Could you count the lines in the data that contain "join"? Reply with the number only.

[Source records]
•••
import { z } from "zod";
import { startMailServer } from "./mail-server.ts";

/** The process of the demo's own mail server. */
const { SMTP_PORT, DEMO_MAIL_FOLDER } = z
  .object({ SMTP_PORT: z.coerce.number().int().min(1), DEMO_MAIL_FOLDER: z.string().min(1) })
  .parse(process.env);

const server = await startMailServer({ port: SMTP_PORT, folder: DEMO_MAIL_FOLDER });
for (const signal of ["SIGTERM", "SIGINT"] as const)
  process.once(signal, () => void server.stop().finally(() => process.exit()));
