import { postedForm } from "#app/server/form.server.ts";
import { problem } from "#app/server/problem.server.ts";
import { scopeOf } from "#app/server/contexts.server.ts";
import { scanPrograms } from "#app/services/scans.server.ts";
import { removeWaiting, undoScan, undoTable, type Undone } from "#app/services/wafers/undo-import.server.ts";
import type { Route } from "./+types/undo";

/** What is undone is sent by the list of an import; there is nothing to look at. */
export function loader({ context }: Route.LoaderArgs): never {
  scanPrograms(scopeOf(context), "upload scans");
  throw problem(404, "Nothing is shown here. Open the scan to undo its import.");
}

/** Undoes what an import has just brought in. */
export async function action({ request, context }: Route.ActionArgs): Promise<Undone> {
  const scope = scopeOf(context);
  const form = await postedForm(request);
  const id = String(form.get("id") ?? "");
  switch (form.get("what")) {
    case "scan":
      return undoScan(scope, id, "leave");
    case "waiting":
      return removeWaiting(scope, id);
    case "table":
      return undoTable(scope, id);
    default:
      throw problem(400, "This form could not be read. Open the page again and send it once more.");
  }
}
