/**
 * `npm run audit-trail`: reads the audit trail again and compares it with its seals, of the database that the environment names or of this
 * copy's own while it runs. Ends with 1 where the two do not agree.
 */
import { spawnSync } from "node:child_process";
import { readFileSync } from "node:fs";
import { join } from "node:path";
import { databaseUrl } from "./database.mjs";
import { externalDatabase } from "./external-database.mjs";
import { ownFolder, root } from "./project.mjs";
import { keptPasswords } from "./secrets.mjs";
import { Sentence, printFailure } from "./sentence.mjs";

/** Where PostgreSQL writes the port that it listens on. */
const PORT_LINE = 3;

/** @returns {string} the owner's way into this copy's own database */
function ownDatabase() {
  try {
    const port = Number(readFileSync(join(ownFolder, "postgres", "postmaster.pid"), "utf8").split("\n")[PORT_LINE]);
    return databaseUrl({ port, passwords: keptPasswords() }, "owner", "planeward");
  } catch {
    throw new Sentence(
      "No database of this copy runs: npm start first, or name one by DATABASE_URL and DATABASE_OWNER_URL.",
    );
  }
}

try {
  const url = externalDatabase()?.ownerUrl ?? ownDatabase();
  const { status } = spawnSync(process.execPath, ["--import", "tsx", "app/db/verify-audit.ts"], {
    cwd: root,
    env: { ...process.env, DATABASE_OWNER_URL: url },
    stdio: "inherit",
  });
  process.exitCode = status ?? 1;
} catch (error) {
  printFailure(error);
  process.exitCode = 1;
}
•••
◆ ANSWER BOX
2